Fargate supports up to 16 vCPU and 120 GB of memory per task. The valid CPU values are 0.25, 0.5, 1, 2, 4, 8, and 16 vCPU. Each CPU value has a set of valid memory configurations — for example, 1 vCPU supports 2-8 GB of memory. A single task can run up to 10 containers that share the task's CPU and memory allocation.
Was this helpful?
03
Can Fargate tasks communicate with each other?
Yes, Fargate tasks communicate through standard networking since each task has its own ENI in the VPC. Tasks can reach each other using private IP addresses, service discovery (Cloud Map), or an internal ALB. For ECS, AWS Service Connect provides service mesh capabilities with automatic service discovery and traffic management.
Was this helpful?
04
How does Fargate handle persistent storage?
Fargate supports two storage options: Amazon EFS (Elastic File System) for persistent shared storage across tasks, and ephemeral storage up to 200 GB per task. EFS volumes mount inside containers like a regular filesystem and persist across task restarts. For stateful workloads, EFS is the recommended approach — it provides shared, durable storage without managing EBS volumes.
Was this helpful?
05
Should I use Fargate Spot for production workloads?

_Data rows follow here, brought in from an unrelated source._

/** Spectrum and coupling options (append only). Numeric; they apply to later
 *  nmr_predict(), nmr_result_simulate() and nmr_simulate_json() calls, and the
 *  sampling ones (points, ppm range, line shape) are copied into each
 *  nmr_spectrum when it is made. */
enum {
  /** Spectrometer field as the 1H frequency, MHz (40 .. 1200). Default 400.
   *  Other nuclei resonate at this times their frequency ratio (13C: about
   *  0.2515). A spin-system JSON's own "mhz" takes precedence over it. */
  NMR_OPT_FIELD_MHZ = 1,
  /** Full width at half height of a line, Hz (0 < w <= 100). Default 1.
   *  Splittings narrower than the width are not resolved in multiplet labels
   *  (nmr_predict() multiplicities, simulated multiplets). */
  NMR_OPT_LINE_WIDTH_HZ = 2,
  /** 1 (default): estimate J couplings with the shifts and simulate the 1H
   *  spectrum at NMR_OPT_FIELD_MHZ, so that signals get a multiplicity and
   *  nmr_result_coupling_count() finds the couplings. 0: none (faster; 1H
   *  spectra of records are then singlets). */
  NMR_OPT_PREDICT_COUPLINGS = 8,
  /** Samples of a sampled spectrum's axis, both ends included (16 ..
   *  4194304), or 0 (default): enough for at least 4 samples per line width. */
  NMR_OPT_POINTS = 9,
  /** Low and high ends of the sampled axis, ppm. NaN (default) picks the
   *  usual range of the nucleus (1H: -0.5 .. 12; 13C: -5 .. 225; other
   *  nuclei: the lines' span widened by 10 % and at least 1 ppm each side).
   *  When both are set, low must be below high (checked when the spectrum is
   *  made). */
  NMR_OPT_PPM_LOW = 10,
  NMR_OPT_PPM_HIGH = 11,
  /** Line shape of sampled spectra: 1 Lorentzian (default), 2 Gaussian of the
   *  same width. */
  NMR_OPT_LINE_SHAPE = 12
};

Fargate Spot can be used in production for fault-tolerant workloads. AWS provides a two-minute interruption warning before reclaiming Spot capacity. Your application must handle SIGTERM gracefully and drain connections. Use a mixed capacity provider strategy — run baseline capacity on regular Fargate and burst capacity on Spot. This provides cost savings while maintaining availability for critical workloads.